Duta Besar Herman Prayitno Kembali Bertatap Muka dengan Masyarakat Indonesia di Malaysia

Jajaran KBRI Kuala Lumpur, dipimpin oleh Duta Besar Herman Prayitno, kembali bertatap muka dan berkomunikasi langsung dengan masyarakat Indonesia yang tinggal di Kuala Lumpur, Malaysia. Duta Besar Herman Prayitno merasa senang dengan tatap muka ini karena dengan acara seperti beliau dapat mengetahui kondisi nyata permasalahan yang ada di masyarakat.

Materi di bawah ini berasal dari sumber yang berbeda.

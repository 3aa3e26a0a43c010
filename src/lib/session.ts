import { queryOptions } from '@tanstack/react-query'
import { redirect } from 'react-router'
import { getSession, type SessionView } from '#shared/schemas/api/session.ts'
import type { ApiClient } from '#shared/schemas/endpoint.ts'
import { load } from './loading.ts'

export const sessionQuery = (api: ApiClient) =>
  queryOptions({ queryKey: ['session'], queryFn: () => api.call(getSession), staleTime: 30_000 })

export type SignedIn = SessionView & { readonly person: NonNullable<SessionView['person']> }

/** For loaders of signed-in pages: who it is, or a redirect to the sign-in page that leads back here. */
export async function requireSession(args: {
  readonly context: unknown
  readonly request: Request
}): Promise<SignedIn> {
  const session = await load(args, sessionQuery)
  if (!session.person) {
    const { pathname, search } = new URL(args.request.url)
    throw redirect(`/sign-in?next=${encodeURIComponent(pathname + search)}`)
  }
  return { ...session, person: session.person }
}

/** Where a person's work is: an administrator's pages, else the office. */
export function homeOf(person: SignedIn['person']): string {
  return person.administrator ? '/admin' : '/office'
}

/** Only an address of this site is followed after signing in: a path, never `//host` or a backslash in its guise. */
export function safeNext(next: string | null): string | null {
  return next !== null && /^\/(?![/\\])[^\\\s]*$/.test(next) ? next : null
}
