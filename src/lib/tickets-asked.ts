import { MAX_TICKETS_EACH } from '#shared/protocol/limits.ts'

/** The number of tickets that a reader typed: null for nothing, 'wrong' for what nobody can hold. */
export function ticketsAsked(typed: string | null): number | null | 'wrong' {
  const text = (typed ?? '').trim()
  if (text === '') return null
  const tickets = /^\d{1,10}$/.test(text) ? Number(text) : 0
  return tickets >= 1 && tickets <= MAX_TICKETS_EACH ? tickets : 'wrong'
}

export const TICKETS_WRONG = 'Type a whole number from 1 to 4,294,967,295.'
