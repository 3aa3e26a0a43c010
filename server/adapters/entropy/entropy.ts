import { randomBytes } from 'node:crypto'

/** Secret randomness, as an argument. */
export interface Entropy {
  /** So many fresh bytes that nobody can predict. */
  bytes(count: number): Uint8Array
}

/** The operating system's generator, through node:crypto. */
export const systemEntropy: Entropy = { bytes: (count) => new Uint8Array(randomBytes(count)) }
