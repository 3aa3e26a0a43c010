import type { QueryExecuteOptions, QueryKey } from '@tanstack/react-query'
import { data, type RouterContextProvider } from 'react-router'
import type { ApiClient } from '#shared/schemas/endpoint.ts'
import { Problem } from '#shared/schemas/problem.ts'
import { loadContext } from './app-context.ts'

type Options<Data, Key extends QueryKey> = QueryExecuteOptions<Data, Error, Data, Data, Key>

/**
 * Puts an endpoint's answer into the query cache before a page renders. A {@link Problem} becomes the page's status and
 * error page; anything else is left to be reported.
 */
export async function load<Data, Key extends QueryKey>(
  args: { readonly context: unknown },
  options: (api: ApiClient) => Options<Data, Key>,
): Promise<Data> {
  const { api, queryClient } = (args.context as Readonly<RouterContextProvider>).get(loadContext)
  try {
    return await queryClient.query<Data, Error, Data, Data, Key>({ ...options(api), staleTime: 5_000 })
  } catch (error) {
    if (error instanceof Problem) throw data(error.details, { status: error.details.status || 503 })
    throw error
  }
}
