import { useApp } from '#src/lib/app-context.ts'

interface HeadProps {
  /** Without the site's name, which is added. */
  readonly title: string
  readonly description: string
  /** The page's one address, from the root: `/draws/spring`. Left out where the page must not be indexed. */
  readonly path?: string
  readonly type?: 'website' | 'article'
}

/** Title, description, canonical address and social card of a page. React moves them into the document's head. */
export function Head({ title, description, path, type = 'website' }: HeadProps) {
  const { origin } = useApp()
  const full = title === 'Evenpenny' ? 'Evenpenny: prize draws that anyone can check' : `${title} · Evenpenny`
  const address = path === undefined ? undefined : origin + path
  return (
    <>
      <title>{full}</title>
      <meta name="description" content={description} />
      {address ? <link rel="canonical" href={address} /> : <meta name="robots" content="noindex" />}
      <meta property="og:site_name" content="Evenpenny" />
      <meta property="og:type" content={type} />
      <meta property="og:locale" content="en_GB" />
      <meta property="og:title" content={title} />
      <meta property="og:description" content={description} />
      {address ? <meta property="og:url" content={address} /> : null}
      <meta property="og:image" content={`${origin}/card.png`} />
      <meta property="og:image:width" content="1200" />
      <meta property="og:image:height" content="630" />
      <meta
        property="og:image:alt"
        content="Evenpenny: a bar split in proportion to tickets, the side that a coin chose opening out to full width"
      />
      <meta name="twitter:card" content="summary_large_image" />
    </>
  )
}
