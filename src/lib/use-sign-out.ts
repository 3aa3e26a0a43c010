import { useQueryClient } from '@tanstack/react-query'
import { useNavigate } from 'react-router'
import { signOut } from '#shared/schemas/api/session.ts'
import { useSubmit } from './use-submit.ts'

/** Ends the session, forgets what was read with it, and goes to the sign-in page. */
export function useSignOut() {
  const queryClient = useQueryClient()
  const navigate = useNavigate()
  const leaving = useSubmit(signOut, async () => {
    queryClient.clear()
    await navigate('/sign-in?done=out')
  })
  return { busy: leaving.busy, signOut: () => leaving.submit({}) }
}
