import { QueryClient } from '@tanstack/react-query'
import { problemOf } from './problem-of.ts'

/** One a request on the server, one a visit in the browser. What the reader did wrong is not tried again. */
export function createQueryClient(): QueryClient {
  return new QueryClient({
    defaultOptions: {
      queries: {
        staleTime: 5_000,
        retry: (failures, error) => {
          const status = problemOf(error)?.status ?? 500
          return typeof window !== 'undefined' && failures < 2 && (status === 0 || status >= 500)
        },
      },
    },
  })
}
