import type { CallInput, Endpoint, ResponseOf } from '#shared/schemas/endpoint.ts'
import { Problem } from '#shared/schemas/problem.ts'
import { endpointUrl, failure, problemFromBody, unexpectedAnswer } from './api-client.ts'

export interface Upload<E extends Endpoint> {
  /** Rejects with a {@link Problem}; its status is 0 where the connection broke, and {@link STOPPED} after `stop`. */
  readonly answer: Promise<ResponseOf<E>>
  stop(): void
}

/** The status of a {@link Problem} that tells of an upload which the reader stopped. */
export const STOPPED = 499

/**
 * Sends one file as multipart/form-data (field `file`). Over XMLHttpRequest, since fetch says nothing of how far a
 * request is. `onProgress` hears the bytes sent and the bytes in all, the frame of the form included.
 */
export function uploadFile<E extends Endpoint>(
  endpoint: E,
  input: Pick<CallInput<E>, 'params'>,
  file: File,
  onProgress: (sent: number, total: number) => void,
): Upload<E> {
  const request = new XMLHttpRequest()
  let sent = 0
  const answer = new Promise<ResponseOf<E>>((resolve, reject) => {
    request.upload.onprogress = (event) => {
      sent = event.loaded
      onProgress(event.loaded, event.lengthComputable ? event.total : file.size)
    }
    request.onload = () => {
      const body = parse(request.responseText)
      if (request.status < 200 || request.status > 299) {
        reject(new Problem(problemFromBody(request.status, body)))
        return
      }
      const parsed = endpoint.response.safeParse(body)
      if (parsed.success) resolve(parsed.data as ResponseOf<E>)
      else reject(new Problem(unexpectedAnswer()))
    }
    request.onerror = () => {
      reject(
        new Problem(
          failure(
            0,
            'The upload broke off',
            sent === 0
              ? 'The file could not be sent. Check the connection; if you changed the file after choosing it, choose it again.'
              : 'The connection broke before the whole file was there. Nothing was stored. Check it and send the file again.',
          ),
        ),
      )
    }
    request.onabort = () =>
      reject(new Problem(failure(STOPPED, 'Stopped', 'You stopped the upload. Nothing was stored.')))
  })
  const form = new FormData()
  form.append('file', file)
  request.open(endpoint.method, endpointUrl(endpoint, input as CallInput<E>))
  request.setRequestHeader('accept', 'application/json')
  request.send(form)
  return { answer, stop: () => request.abort() }
}

function parse(text: string): unknown {
  try {
    return JSON.parse(text)
  } catch {
    return undefined
  }
}
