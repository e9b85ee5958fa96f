"""What a user sees and may do while the work runs: a bar with time left, each turn as it comes, Ctrl-C."""

import os
import signal
import threading
import time
from types import FrameType, TracebackType
from typing import TYPE_CHECKING, Any, Self

from rich.console import Console
from rich.progress import BarColumn, Progress, TaskID, TaskProgressColumn, TextColumn
from rich.text import Text

from fem.results.record import TurnNote

if TYPE_CHECKING:
    from fem.runs.study import Progress as Work

PLAIN_EVERY = 10.0
"""Seconds between two lines about the same piece of work where there is no terminal to draw a bar on."""
STOPPING = b"\nstopping after this step; what was earned is kept. Ctrl-C again aborts at once and keeps nothing.\n"


class Watch:
    """Shows progress on a console and turns the first Ctrl-C into a request to stop; the second aborts.

    Parameters
    ----------
    console : Console
        On the error stream, so that the output stays for results.
    """

    def __init__(self, console: Console) -> None:
        self.console = console
        self.turns = 0
        self._stop = threading.Event()
        self._before: Any = None
        self._bar: Progress | None = None
        self._task: TaskID | None = None
        self._told, self._told_at = "", -PLAIN_EVERY

    # --- as a context -----------------------------------------------------------------------------
    def __enter__(self) -> Self:
        """Take over Ctrl-C and, on a terminal, show the bar."""
        if threading.current_thread() is threading.main_thread():
            self._before = signal.signal(signal.SIGINT, self._interrupt)
        if self.console.is_terminal:
            columns = (TextColumn("{task.description}", markup=False), BarColumn(bar_width=30), TaskProgressColumn())
            self._bar = Progress(*columns, TextColumn("{task.fields[left]}"), console=self.console, transient=True)
            self._task = self._bar.add_task("section and mesh", total=1.0, left="")
            self._bar.start()
        return self

    def __exit__(
        self, kind: type[BaseException] | None, error: BaseException | None, trace: TracebackType | None
    ) -> None:
        """Give Ctrl-C back and clear the bar."""
        if self._bar is not None:
            self._bar.stop()
        if self._before is not None:
            signal.signal(signal.SIGINT, self._before)

    def _interrupt(self, _number: int, _frame: FrameType | None) -> None:
        self._stop.set()
        signal.signal(signal.SIGINT, signal.default_int_handler)
        os.write(2, STOPPING)  # plain: a handler may run in the middle of a print

    # --- what the work calls ----------------------------------------------------------------------
    def stop(self) -> bool:
        """Return whether the user asked to stop."""
        return self._stop.is_set()

    def on_progress(self, work: "Work") -> None:
        """Show how far the work is."""
        if self._bar is not None and self._task is not None:
            left = time_left(work.seconds_left)
            self._bar.update(self._task, description=work.doing, completed=work.fraction, left=left)
            return
        now = time.monotonic()
        if work.doing != self._told or now - self._told_at >= PLAIN_EVERY:
            self._told, self._told_at = work.doing, now
            left = time_left(work.seconds_left)
            self._say(f"{work.doing}: {100.0 * work.fraction:.0f} %" + (f", {left}" if left else ""))

    def on_turn(self, note: TurnNote) -> None:
        """Tell what a turn found and what comes next."""
        self.turns += 1
        self._say(f"turn {self.turns}, after {note.seconds:.1f} s, on up to {note.cells} cells and {note.steps} steps")
        self._say(f"  found: {note.found}")
        self._say(f"  next:  {note.then}")

    def _say(self, text: str) -> None:
        self.console.print(Text(text), soft_wrap=True)


def time_left(seconds: float | None) -> str:
    """Return the time left as a person says it; empty when nobody can know yet.

    Examples
    --------
    >>> time_left(None), time_left(4.2), time_left(130.0)
    ('', '5 s left', '2 min 10 s left')
    """
    if seconds is None:
        return ""
    whole = int(seconds) + 1 if seconds != int(seconds) else int(seconds)
    return f"{whole} s left" if whole < 60 else f"{whole // 60} min {whole % 60} s left"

Acara yang diadakan oleh sebuah organisasi masyarakat Indonesia di Malaysia pada hari Minggu, 25 November 2012 ini dihadiri juga oleh Wakil Kepala Perwakilan Mulya Wirana, Minister Counsellor Penerangan, Sosial Budaya Suryana Sastradiredja, Minister Counsellor Ekonomi Hendra Pratama, Atase Tenaga Kerja Agus Triyanto.

Pada kesempatan tersebut tatap muka ini diadakan juga sesi tanya jawab antara masyarakat dengan jajaran KBRI Kuala Lumpur. Beberapa hal penting sempat dibahas dalam sesi tanya jawab tersebut antara lain kejelasan ijin kerja 6P (pemutihan) bagi Tenaga kerja Indonesia illegal, dan pengesahan perkawinan (isbat). Menurut informasi. banyak pekerja yang telah mengikuti proses 6P (pemutihan) dan telah membuat paspor baru kemudian tertipu oleh para agen pembuat ijin kerja 6P dimana visa ataupun ijin kerjanya tidak kunjung didapatkan walaupun biayanya telah lunas dibayarkan.

Dubes Herman Prayitno meminta masyarakat Indonesia yang memiliki informasi penipuan semacam itu agar dapat melaporkan secara resmi ke KBRI sehingga akan ada kejelasan nama agensi ataupun nama-nama orang yang akan diminta pertanggungan jawabnya. Berdasarkan informasi inilah selanjutnya KBRI dapat mengambil tindakan, jelasnya. Beliau juga menegaskan bahwa KBRI Kuala Lumpur akan menemui dan membahas masalah tersebut dengan Kementerian Dalam Negeri Malaysia, sehingga diharapkan pihak-pihak terkait penipuan dapat ditindak selain juga mendapatkan kejelasan mengenai ijin kerja 6P.

KBRI Kuala Lumpur mengharapkan organisasi-organisasi masyarakat ini dapat menjadi kepanjangan tangan KBRI dalam rangka mencarikan informasi mengenai permasalahan yang terjadi dan menyampaikan informasi tersebut secara cepat dan efektif. Organisasi ini pun dapat menjadi mitra KBRI dalam penyampaian informasi dari KBRI atau Pemerintah RI kepada para anggotanya maupun masyarakat Indonesia di Malaysia. KBRI Kuala Lumpur pun menegaskan bahwa hal tersebut harus dilaksanakan dengan niat baik, tanpa pamrih dan demi manfaat bersama.